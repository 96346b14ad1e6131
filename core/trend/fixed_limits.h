// SPDX-License-Identifier: GPL-3.0-or-later
#pragma once

#include "core/trend/judgement.h"

#include <optional>
#include <string>
#include <vector>

/// A second opinion that is only shown: the customary fixed distance of one cylinder from the mean of the others. It
/// knows nothing of lasting differences between cylinders, so it speaks often without cause (about five times a year on
/// a sound engine in simulations) and raises no flag here.
namespace evenstroke {

struct FixedLimitOpinion
{
    double limit = 0.0;     ///< in `unit`, either way
    /// Where the rule begins to speak at one reading, on the scale of `apart`. It moves from reading to reading: a share of
    /// the mean changes with the load, and the rule goes by the others' mean where `apart` goes by their median.
    struct Edge
    {
        std::size_t reading = 0;
        double low = 0.0, high = 0.0;
    };
    std::vector<Edge> edges; ///< in order of reading
    std::string unit;       ///< "bar", "°C", "%"
    bool percent = false;   ///< of the mean of the others
    std::string source;
    std::vector<std::size_t> began; ///< readings at which it would have begun to speak, in order
    std::size_t beyond = 0; ///< readings beyond it
    bool now = false;       ///< the newest reading of this cylinder is beyond it
};

/// Nothing where there is no custom for the quantity, the place is no cylinder, or it has no trend.
std::optional<FixedLimitOpinion> fixed_limit_opinion(const Judgement& judgement, QuantityId quantity, Place place);

} // namespace evenstroke
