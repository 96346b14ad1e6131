// SPDX-License-Identifier: GPL-3.0-or-later
#pragma once

#include "core/trend/common_mode.h"
#include "core/trend/copied_values.h"
#include "core/trend/drift.h"
#include "core/trend/noise.h"

#include <cstddef>
#include <vector>

/// What is known of an engine after each reading: grows a row at a time, so that no later reading can
/// reach back.
namespace evenstroke::drift {

/// Weight of the catalogue's noise against the engine's own, in differences between readings.
inline constexpr double prior_noise_weight = 30.0;

/// Whether the flag at `at` is set; flags that were left empty, or are of the wrong length, are not.
inline bool is_set(const std::vector<char>& flags, std::size_t at, std::size_t wanted_size)
{
    return flags.size() == wanted_size && flags[at] != 0;
}

/// One per-cylinder quantity so far.
struct ChannelHistory
{
    ChannelHistory(const Channel& channel, std::size_t readings, std::size_t cylinders);

    const Channel* input;
    std::size_t cylinders;
    bool sound_input;               ///< vectors of the right length, noise positive
    MaybeValues deviation;          ///< (T x N) values that may be used
    MaybeValues from_others;        ///< (T x N) deviation minus the median of the others
    std::vector<std::size_t> start; ///< (N) first reading after the last recorded work
    NoiseEstimate check_noise;      ///< of `from_others`
    NoiseEstimate alone_noise;      ///< of `deviation` itself: for places without others to compare with
    int decimals = 0;               ///< most digits after the point seen so far
    EqualValues equal;              ///< how often values were alike: coarse instruments repeat themselves

    const Cell* cell(std::size_t reading, std::size_t cylinder) const;
    /// Keeps the usable values of a reading and learns the noise from them.
    /// @param row    what may be used, shape (N)
    /// @param steady neither this reading nor the one before was unsteady
    void take(std::size_t reading, Row row, bool steady);
    /// Learns how finely the instrument shows and how often values are alike.
    void take_texts(std::size_t reading);
};

/// A cell's deviation if it can be reckoned with: taken, possible, finite; pulled in to a thousand million
/// sigmas so that no square overflows.
std::optional<double> usable_deviation(const Cell& cell, double noise);

} // namespace evenstroke::drift
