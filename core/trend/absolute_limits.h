// SPDX-License-Identifier: GPL-3.0-or-later
#pragma once

#include "core/trend/judgement.h"

namespace evenstroke {

/// Readings beyond a limit of the maker or the alarm system speak at once, whatever the trend says.
///
/// A flag `act` starts where none of the place's last six values passed the limit. Values that are in doubt
/// with a likely intended value, or outside the hard range, raise nothing until the engineer answers.
/// Keeps the flags in order of their start.
void add_absolute_limit_flags(Judgement& judgement);

} // namespace evenstroke
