// SPDX-License-Identifier: GPL-3.0-or-later
#pragma once

#include "core/trend/conditions.h"
#include "core/trend/judgement.h"

#include <optional>
#include <vector>

/// From the typed value to the deviation. Every step is affine in the typed number, so that the typing
/// check can ask what a deviation would be had the number been another.
namespace evenstroke {

/// `corrected = scale * own + shift`, the ambient correction of one quantity at one reading.
struct Correction
{
    double scale = 1.0, shift = 0.0;
    Applied applied = Applied::none;
    std::string missing_input; ///< set where the correction could not be made; then nothing was corrected
    double per_inlet_air = 0.0, per_coolant = 0.0; ///< own unit per kelvin at this value, for the uncertainty
    bool known() const { return missing_input.empty() && applied != Applied::not_correctable; }
};

/// How the ambient correction treats `own` of this quantity at these conditions.
/// A quantity that ambient air does not move has scale 1 and applied none. The maximum pressure of an engine
/// whose control holds it is not corrected.
Correction find_correction(const Engine& engine, const Quantity& quantity, double own, const Conditions& conditions);

/// Half-width at 95 % of one instrument, own unit; nothing where neither engine nor catalogue states one.
std::optional<double> instrument_uncertainty(const Engine& engine, const Quantity& quantity, double own);

/// The coefficients that correct a quantity, its own or those of the one that it is corrected like; null where the
/// engine has none.
const CorrectionCoefficients* correction_coefficients(const Engine& engine, const Quantity& quantity);

/// What the half-width of one value's deviation is made of, in the quantity's own unit, with signs.
struct DeviationBudget
{
    std::optional<double> instrument; ///< of the typed number, corrected; empty: nobody states one
    double inlet_air = 0.0, cooler_coolant = 0.0; ///< what the uncertainty of the condition moves the correction by
    double load = 0.0;                ///< what that of the load moves the expected value by
    std::optional<double> half_width() const;
};
/// @param compared false: without an expected value the load does not count
DeviationBudget deviation_budget(const Engine& engine, const Baseline& baseline, const Quantity& quantity, double own,
                                 const Conditions& conditions, bool compared);

/// All numeric values of a reading, judged but for `doubtful`; walking order.
std::vector<JudgedValue> judge_values(const Engine& engine, const Baseline& baseline, const Reading& reading,
                                      const Conditions& conditions);

/// The heating value to which consumption is brought, MJ/kg (common practice).
inline constexpr double reference_heating_value = 42.7;

} // namespace evenstroke
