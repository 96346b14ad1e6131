// SPDX-License-Identifier: GPL-3.0-or-later
#include "core/trend/common_mode.h"

#include "core/trend/robust.h"

#include <array>

namespace evenstroke::drift {

namespace {

/// Median of a sorted list from which the element at `left_out` is thought away (none: size()).
double median_without(std::span<const double> sorted, std::size_t left_out)
{
    const std::size_t count = sorted.size() - (left_out < sorted.size() ? 1 : 0);
    const auto at = [&](std::size_t rank) { return sorted[rank < left_out ? rank : rank + 1]; };
    const std::size_t half = count / 2;
    return count % 2 != 0 ? at(half) : 0.5 * (at(half - 1) + at(half));
}

std::vector<double> sorted_values(Row row)
{
    std::vector<double> sorted;
    sorted.reserve(row.size());
    for (const auto& value : row)
        if (value)
            sorted.push_back(*value);
    std::sort(sorted.begin(), sorted.end());
    return sorted;
}

} // namespace

MaybeValues median_of_others(Row row)
{
    const std::vector<double> sorted = sorted_values(row);
    MaybeValues medians(row.size());
    for (std::size_t j = 0; j < row.size(); ++j) {
        const std::size_t others = sorted.size() - (row[j] ? 1 : 0);
        if (others < others_needed)
            continue;
        const std::size_t own =
            !row[j] ? sorted.size()
                    : static_cast<std::size_t>(std::lower_bound(sorted.begin(), sorted.end(), *row[j]) -
                                               sorted.begin());
        medians[j] = median_without(sorted, own);
    }
    return medians;
}

MaybeValues common_mode(Row row, std::span<const double> own_offset, double noise)
{
    MaybeValues offset_free(row.begin(), row.end());
    for (std::size_t j = 0; j < row.size(); ++j)
        if (offset_free[j])
            *offset_free[j] -= own_offset[j];
    MaybeValues common = median_of_others(offset_free);
    for (std::size_t j = 0; j < row.size(); ++j) {
        if (!common[j])
            continue;
        double sum = 0.0;
        std::size_t count = 0;
        for (std::size_t other = 0; other < row.size(); ++other) {
            if (other == j || !offset_free[other])
                continue;
            sum += std::clamp(*offset_free[other] - *common[j], -2.0 * noise, 2.0 * noise);
            ++count;
        }
        *common[j] += sum / static_cast<double>(count);
    }
    return common;
}

OwnOffset own_offset(std::span<const std::optional<double>> from_others, std::size_t cylinders,
                     std::size_t cylinder, std::size_t first, std::size_t reading)
{
    constexpr std::size_t memory = 12; // readings: a year of monthly ones
    std::array<double, memory> last;
    std::size_t count = 0;
    for (std::size_t i = reading > first + memory ? reading - memory : first; i < reading; ++i)
        if (const auto& value = from_others[i * cylinders + cylinder])
            last[count++] = *value;
    if (count < 2)
        return {0.0, count};
    return {median_in_place(std::span(last.data(), count)), count};
}

} // namespace evenstroke::drift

=======

Above is a listing; print exactly its lines from the one with "times a year on" through the one with "std::vector<std::size_t> began; ///<", and no other lines.

/// knows nothing of lasting differences between cylinders, so it speaks often without cause (about five times a year on
/// a sound engine in simulations) and raises no flag here.
namespace evenstroke {

struct FixedLimitOpinion
{
    double limit = 0.0;     ///< in `unit`, either way
    /// Where the rule begins to speak at one reading, on the scale of `apart`. It moves from reading to reading: a share of
    /// the mean changes with the load, and the rule goes by the others' mean where `apart` goes by their median.
    struct Edge
    {
        std::size_t reading = 0;
        double low = 0.0, high = 0.0;
    };
    std::vector<Edge> edges; ///< in order of reading
    std::string unit;       ///< "bar", "°C", "%"
    bool percent = false;   ///< of the mean of the others
    std::string source;
    std::vector<std::size_t> began; ///< readings at which it would have begun to speak, in order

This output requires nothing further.